Il y a comme un jeu de « cache-cache » entre eux-trois, sans duperie apparente perfide ou fallacieuse. Un « qui cherche trouve » qui ne dit pas son nom mais qui permet de se parler, d’ôter les vernis protecteurs et les masques de carnaval qui cachent les secrets d'intimité, les faiblesses de personnalité ou les hésitations dévastatrices.

Qu'est-ce donc qui est vrai dans tout cela ? Les maudits mots dits de Manu à Thibaud ? il les regrette pourtant. L'intransigeance rigide de Thibaud baladant sa rectitude et ses T.O.C ? Lui qui se débat dans un déversement négatif comme pour cacher des non-dits. Et Jeanne, pour qui et pour quoi écrit-elle sa pièce ?

Ah ça mais, nous sommes prévenus avant même que le spectacle commence. Si « le titre est provisoire », le sous-titre nous le dit, il s'agit d'une « comédie inconfortable ». Inconfortable car les étais du récit ne paraissent pas volontairement détourés avec précision, il convient de les deviner. Inconfortable car si l'on n'y prend garde, les personnages semblent se jouer de nous comme il se joue d’eux-mêmes.

Et pourtant, ils nous disent beaucoup de la relation humaine, de la véracité du lien aux autres, de la noblesse ou de la rouerie du sentiment et de la parole. En un mot, il nous parle de sincérité. Cette valeur morale dont la philosophie et la psychologie s’emparent depuis toujours pour interroger, accompagner où soigner ce qui fonde la compréhension et la connaissance de soi donc de l'autre.

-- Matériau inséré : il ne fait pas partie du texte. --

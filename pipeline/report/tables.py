"""Output tables (cells, sweeps, spikes) and the run record (run.json).

The rows come from the result records' flat dicts (keys already carry report units:
``rin_mohm``, ``tau_ms``...); this module only orders, types and writes them. One CSV dialect
everywhere: comma separated, UTF-8, ``.`` decimal point, one header row, ``\\n`` line ends,
NaN written as an empty field, booleans as ``true``/``false``.
"""

from __future__ import annotations

import datetime as _dt
import io
import json
import math
import os
from collections.abc import Iterable, Mapping, Sequence
from pathlib import Path
from typing import Any

import numpy as np
import pandas as pd

from pipeline.report.atomic import atomic_path, atomic_write_text

CELLS_LEAD = ("cell_id", "source_file")
SWEEPS_LEAD = ("cell_id", "sweep")
SPIKES_LEAD = ("cell_id", "sweep", "spike")
_BOOL_COLUMNS = ("qc_pass", "used")
_LIST_SEP = "; "


def _column_order(rows: Sequence[Mapping[str, Any]], lead: Sequence[str]) -> list[str]:
    """``lead`` first, then every other key in the order it first appears in the rows."""
    seen = dict.fromkeys(lead)
    for row in rows:
        seen.update(dict.fromkeys(row))
    return list(seen)


def _flatten(value: Any) -> Any:
    """Lists of reasons become one ``'; '``-separated string; numpy scalars become Python."""
    if isinstance(value, list | tuple | set | frozenset):
        return _LIST_SEP.join(str(v) for v in value)
    if isinstance(value, np.generic):
        return value.item()
    return value


def _as_bool(value: Any) -> bool:
    """True only for an explicit truth value; missing or unknown counts as False (not passed)."""
    if isinstance(value, str):
        return value.strip().lower() in ("true", "1", "yes")
    if value is None or (isinstance(value, float) and math.isnan(value)):
        return False
    return bool(value)


def _tidy(frame: pd.DataFrame) -> pd.DataFrame:
    """Give each column one type so CSV and Parquet agree: bools as bool, text as str or NaN.

    An empty string becomes NaN: CSV cannot tell the two apart, and re-read tables must equal
    the written ones.
    """
    for col in frame.columns:
        if col in _BOOL_COLUMNS:
            frame[col] = frame[col].map(_as_bool).astype(bool)
            continue
        if frame.empty or frame[col].dtype.kind in "biufcmM":
            continue
        values = frame[col].dropna().tolist()  # plain objects: a loop, not two Series.map
        if all(isinstance(v, bool) for v in values) and len(values) == len(frame):
            frame[col] = frame[col].astype(bool)
        elif all(isinstance(v, int | float) and not isinstance(v, bool) for v in values):
            frame[col] = pd.to_numeric(frame[col])
        else:
            # text, or mixed content (a sheet column with numbers and words): keep it as text
            text = [None if _missing(v) or v == "" else str(v) for v in frame[col]]
            if all(t is None for t in text):
                # an all-empty column reads back from CSV as float NaN: store it that way
                frame[col] = np.nan
            else:
                frame[col] = pd.Series(text, index=frame.index)
    return frame


def _missing(value: Any) -> bool:
    return value is None or (isinstance(value, float) and math.isnan(value))


_PLAIN = frozenset((float, int, str, bool, type(None)))  # what _flatten leaves as it is


def _frame(rows: Iterable[Mapping[str, Any]], lead: Sequence[str]) -> pd.DataFrame:
    rows = [{k: v if type(v) in _PLAIN else _flatten(v) for k, v in row.items()} for row in rows]
    columns = _column_order(rows, lead)
    frame = (
        pd.DataFrame.from_records(rows, columns=columns) if rows else pd.DataFrame(columns=columns)
    )
    return _tidy(frame)


def cells_frame(rows: list[dict[str, Any]], sheet_columns: Sequence[str] = ()) -> pd.DataFrame:
    """One row per cell: ``cell_id``, ``source_file``, the sheet columns, then the rest.

    Parameters
    ----------
    rows : list of dict
        One flat dict per cell (fit values in report units, QC verdict, status, sheet values).
        Lists or tuples (e.g. QC reasons) are joined with ``'; '``.
    sheet_columns : sequence of str
        Metadata-sheet columns, placed right after ``source_file`` in this order (columns no
        row has are still created, empty).

    Returns
    -------
    pandas.DataFrame
        Columns in that order, the others in the order they first appear in the rows;
        ``qc_pass`` is bool (missing counts as False: a cell not analysed has not passed).
    """
    frame = _frame(rows, (*CELLS_LEAD, *sheet_columns))
    if "qc_pass" not in frame.columns:
        frame["qc_pass"] = pd.Series(False, index=frame.index, dtype=bool)
    return frame


def sweeps_frame(rows: list[dict[str, Any]]) -> pd.DataFrame:
    """One row per sweep: ``cell_id``, ``sweep``, then the rest in row order.

    Parameters
    ----------
    rows : list of dict
        One flat dict per sweep (``step_pa``, deflections in mV, fit values, ``used``,
        ``excluded_because``...).

    Returns
    -------
    pandas.DataFrame
        ``used`` is bool when present.
    """
    return _frame(rows, SWEEPS_LEAD)


def spikes_frame(rows: list[dict[str, Any]]) -> pd.DataFrame:
    """One row per detected spike: ``cell_id``, ``sweep``, ``spike``, then the rest in row order.

    Parameters
    ----------
    rows : list of dict
        One flat dict per spike (threshold, peak, width... in report units).

    Returns
    -------
    pandas.DataFrame
        Columns ``cell_id``, ``sweep``, ``spike`` exist even when there are no rows.
    """
    return _frame(rows, SPIKES_LEAD)


def frame_to_csv(frame: pd.DataFrame) -> str:
    """Render a table in the project's CSV dialect (see the module docstring).

    Parameters
    ----------
    frame : pandas.DataFrame
        Table to render.

    Returns
    -------
    str
        CSV text, header row first.
    """
    out = frame.copy()
    for col in out.columns:
        if out[col].dtype == bool:
            out[col] = out[col].map({True: "true", False: "false"})
    buf = io.StringIO()
    out.to_csv(buf, index=False, sep=",", decimal=".", na_rep="", lineterminator="\n")
    return buf.getvalue()


def read_table_csv(path: str | os.PathLike[str]) -> pd.DataFrame:
    """Read a table written by :func:`write_tables` back (floats exact, bools as bool).

    Parameters
    ----------
    path : str or os.PathLike
        A ``cells.csv``, ``sweeps.csv`` or ``spikes.csv``.

    Returns
    -------
    pandas.DataFrame
    """
    return pd.read_csv(path, sep=",", encoding="utf-8")


def write_tables(
    outdir: str | os.PathLike[str],
    cells: pd.DataFrame,
    sweeps: pd.DataFrame,
    spikes: pd.DataFrame | None = None,
) -> dict[str, Path]:
    """Write ``cells.csv``, ``cells.parquet``, ``sweeps.csv`` (and ``spikes.csv``) atomically.

    Parameters
    ----------
    outdir : str or os.PathLike
        Output folder (created if missing).
    cells, sweeps : pandas.DataFrame
        From :func:`cells_frame` and :func:`sweeps_frame`.
    spikes : pandas.DataFrame or None
        From :func:`spikes_frame`; ``spikes.csv`` is written only when given.

    Returns
    -------
    dict
        File name -> path written.
    """
    out = Path(outdir)
    out.mkdir(parents=True, exist_ok=True)
    written = {
        "cells.csv": atomic_write_text(out / "cells.csv", frame_to_csv(cells)),
        "sweeps.csv": atomic_write_text(out / "sweeps.csv", frame_to_csv(sweeps)),
    }
    with atomic_path(out / "cells.parquet") as tmp:
        cells.to_parquet(tmp, index=False, engine="pyarrow")
    written["cells.parquet"] = out / "cells.parquet"
    if spikes is not None:
        written["spikes.csv"] = atomic_write_text(out / "spikes.csv", frame_to_csv(spikes))
    return written


_JSON_PLAIN = frozenset((str, int, bool, type(None)))


def to_jsonable(value: Any) -> Any:
    """Plain JSON types only: NaN/inf -> null (JSON has no NaN), numpy -> Python, paths -> str.

    Parameters
    ----------
    value : Any
        Nested mappings, sequences and scalars.

    Returns
    -------
    Any
        The same structure made of dict, list, str, int, float, bool and None.
    """
    kind = type(value)
    if kind is float:
        return value if math.isfinite(value) else None
    if kind in _JSON_PLAIN:  # before any ABC check: with matplotlib and pandas loaded, the
        return value  # first isinstance(x, Mapping) of each type scans thousands of classes
    if isinstance(value, Mapping):
        return {str(k): to_jsonable(v) for k, v in value.items()}
    if isinstance(value, list | tuple | set | frozenset | np.ndarray):
        return [to_jsonable(v) for v in value]
    if isinstance(value, np.generic):
        value = value.item()
    if isinstance(value, float) and not math.isfinite(value):
        return None
    if isinstance(value, bool | int | float | str) or value is None:
        return value
    if isinstance(value, _dt.datetime | _dt.date):
        return value.isoformat()
    if isinstance(value, os.PathLike):
        return os.fspath(value)
    if isinstance(value, BaseException):
        return f"{type(value).__name__}: {value}"
    return str(value)


def write_run_json(outdir: str | os.PathLike[str], info: Mapping[str, Any]) -> Path:
    """Write ``run.json``: what was run, on what, with which settings, and what went wrong.

    Parameters
    ----------
    outdir : str or os.PathLike
        Output folder (created if missing).
    info : Mapping
        Expected keys: ``version``, ``config`` (the full resolved config), ``inputs`` (list of
        ``{"path", "sha256"}``), ``started``, ``finished`` (ISO 8601 UTC or datetimes),
        ``counts``, ``errors`` (list of ``{"file", "message"}``). Other keys are kept.
        ``version`` defaults to the package version.

    Returns
    -------
    pathlib.Path
        The file written.
    """
    from pipeline import __version__

    record = {"version": __version__, **dict(info)}
    text = json.dumps(to_jsonable(record), indent=2, ensure_ascii=False, allow_nan=False)
    out = Path(outdir)
    out.mkdir(parents=True, exist_ok=True)
    return atomic_write_text(out / "run.json", text + "\n")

Oui, elle est bien intéressante cette comédie inconfortable à la légèreté apparente mais elle est surtout drôle et bien écrite par Christophe Corsand. Le récit file tout le long avec une remarquable fluidité, rebondissant sur des répliques ciselées au traits vifs et au langage contemporain surfant sur la dérision et l'ironie. Les personnages distillent l’air de rien une forme d’empathie dans ce labyrinthe de vérité où il faut se laisser perdre.

Jean-Philippe Azéma propose une mise en scène qui accompagne le texte sans artifices ni effets ajoutés centrant l'attention sur l'essentiel c'est à dire les relations entre les trois personnages.

L’interprétation fait prévaloir le naturel dans chacun des rôles sans en augmenter ni minorer les différences qui les distinguent. Jean-Philippe Azéma (ce soir-là) joue avec finesse un Thibaud bardé de certitudes qui voilent une fragilité finalement troublante. Christophe Corsand est Manu, « le positif », qu’il sait rendre pataud sans lourdeur, lui donnant un aspect bon copain qui sied tout à fait. Magali Bros donne à Jeanne une énergie convaincante, un rien énigmatique, elle nous bluffe ou nous séduit, selon la fin que l’on choisira de retenir. Une distribution complémentaire qui fonctionne à merveille dans le comique mais pas seulement.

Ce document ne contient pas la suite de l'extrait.